WHAT THE EXERCISE ASKS => Where a line in the records below includes "serial", pull that line out.
─── DATA SHOWN ───
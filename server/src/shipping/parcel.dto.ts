import { ApiProperty } from '@nestjs/swagger';
import { IsBoolean, IsIn, Matches } from 'class-validator';
import { textLimit } from '@emberlot/shared/limits/text';
import { PageQuery } from '../platform/paging/page-query.dto.js';
import { CodeOf } from '../platform/validation/codes.js';
import { Id, Nullable, Optional, Quantity, Text, Version, Whole } from '../platform/validation/fields.js';

export const parcelStates = ['packing', 'packed', 'shipped', 'dissolved'] as const;

export type ParcelState = (typeof parcelStates)[number];

/** Ways a parcel may go; what is not chosen yet is not guessed. */
export const parcelModes = ['road', 'sea', 'passenger_aircraft', 'cargo_aircraft', 'letter_post'] as const;

export type ParcelMode = (typeof parcelModes)[number];

export class OpenParcelInput {
  /** The order's number. */
  @CodeOf('document')
  order: string;
}

export class ScanInput {
  /** What was scanned or typed: a serial number, a lot, a part, a bin, or the address on a unit's label. */
  @Text({ max: 200 })
  code: string;

  /** The bin that was scanned before, where the thing lies in several. */
  @Optional()
  @CodeOf('bin')
  bin?: string;

  /** The line of the contents that it is for; the next open one of the part when nothing is said. */
  @Optional()
  @Id()
  needId?: number;

  /** How much of a lot; all that is still missing when nothing is said. */
  @Optional()
  @Quantity()
  quantity?: string;
}

export class ParcelVersionInput {
  @Version()
  version: number;
}

export class LithiumInput {
  @IsIn(parcelModes, { message: 'Say how the parcel travels.' })
  mode: ParcelMode;

  /** The whole parcel, weighed. */
  @Whole({ min: 1, max: 100_000 })
  weightG: number;

  /** Whether the watt-hours stand on the outside of each battery. */
  @Nullable()
  @IsBoolean({ message: 'Say yes or no.' })
  wattHoursOnCase: boolean | null;

  /** Charge of the batteries in percent of their rated capacity; asked for where they fly. */
  @Nullable()
  @Whole({ min: 0, max: 100 })
  chargePercent: number | null;

  @Version()
  version: number;
}

export class CarrierAnswerInput {
  /** Who was asked at the carrier, when, and what they said. */
  @Text({ max: textLimit.line, lines: true })
  note: string;

  @Version()
  version: number;
}

export class DispatchInput {
  @Text({ max: 60 })
  carrier: string;

  @Nullable()
  @Matches(/^[A-Za-z0-9 ./-]{1,60}$/, { message: 'Use letters, digits, spaces and the signs - . / in it.' })
  trackingCode: string | null;

  @Version()
  version: number;
}

export class ParcelsQuery extends PageQuery {
  @Optional()
  @IsIn(parcelStates)
  state?: ParcelState;
}

export class ParcelRowDto {
  number: string;
  order: string;
  @ApiProperty({ enum: parcelStates, enumName: 'ParcelState' })
  state: ParcelState;
  recipient: string;
  country: string;
  promisedOn: string;
  openedAt: string;
  shippedAt: string | null;
  carrier: string | null;
  trackingCode: string | null;
}

export class ParcelPageDto {
  items: ParcelRowDto[];
  total: number;
}

export class ParcelPlaceDto {
  bin: string;
  lot: string;
  quantity: string;
}

/** One thing that has to be in the parcel. */
export class ParcelNeedDto {
  id: number;
  /** What was ordered: the tool, or the kit that this is part of. */
  title: string;
  bag: string | null;
  part: string;
  partName: string;
  measure: string;
  traced: string;
  quantity: string;
  packed: string;
  /** Where it lies, the lot to take first in front. */
  places: ParcelPlaceDto[];
}

export class PackedItemDto {
  id: number;
  needId: number;
  part: string;
  lot: string;
  bin: string;
  serial: string | null;
  quantity: string;
  packedAt: string;
}

export class LithiumRuleDto {
  unNumber: string;
  properName: string;
  instruction: string;
  rule: string;
}

export class ParcelLithiumDto {
  answer: string;
  /** The answer in a sentence. */
  sentence: string;
  mayLeave: boolean;
  edition: string | null;
  rules: LithiumRuleDto[];
  mark: string | null;
  labels: string[];
  papers: string[];
  conditions: string[];
  reasons: string[];
  missing: string[];
  caution: string;
  /** What the carrier answered, and who wrote it down. */
  carrierAnswer: string | null;
  @ApiProperty({ enum: parcelModes, enumName: 'ParcelMode', nullable: true })
  mode: ParcelMode | null;
  wattHoursOnCase: boolean | null;
  chargePercent: number | null;
}

export class ParcelDto extends ParcelRowDto {
  version: number;
  address: string[];
  weightG: number | null;
  needs: ParcelNeedDto[];
  items: PackedItemDto[];
  lithium: ParcelLithiumDto;
  /** Cautions that go with what is in it. */
  cautions: string[];
}

/** What came of a scan. */
export class ScanAnswerDto {
  /** In a sentence, to be read out. */
  sentence: string;
  /** The bin that was scanned, to be sent with the next scan. */
  bin: string | null;
  parcel: ParcelDto;
}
───
WRITTEN SOLUTION =>
  /** What was scanned or typed: a serial number, a lot, a part, a bin, or the address on a unit's label. */
  serial: string | null;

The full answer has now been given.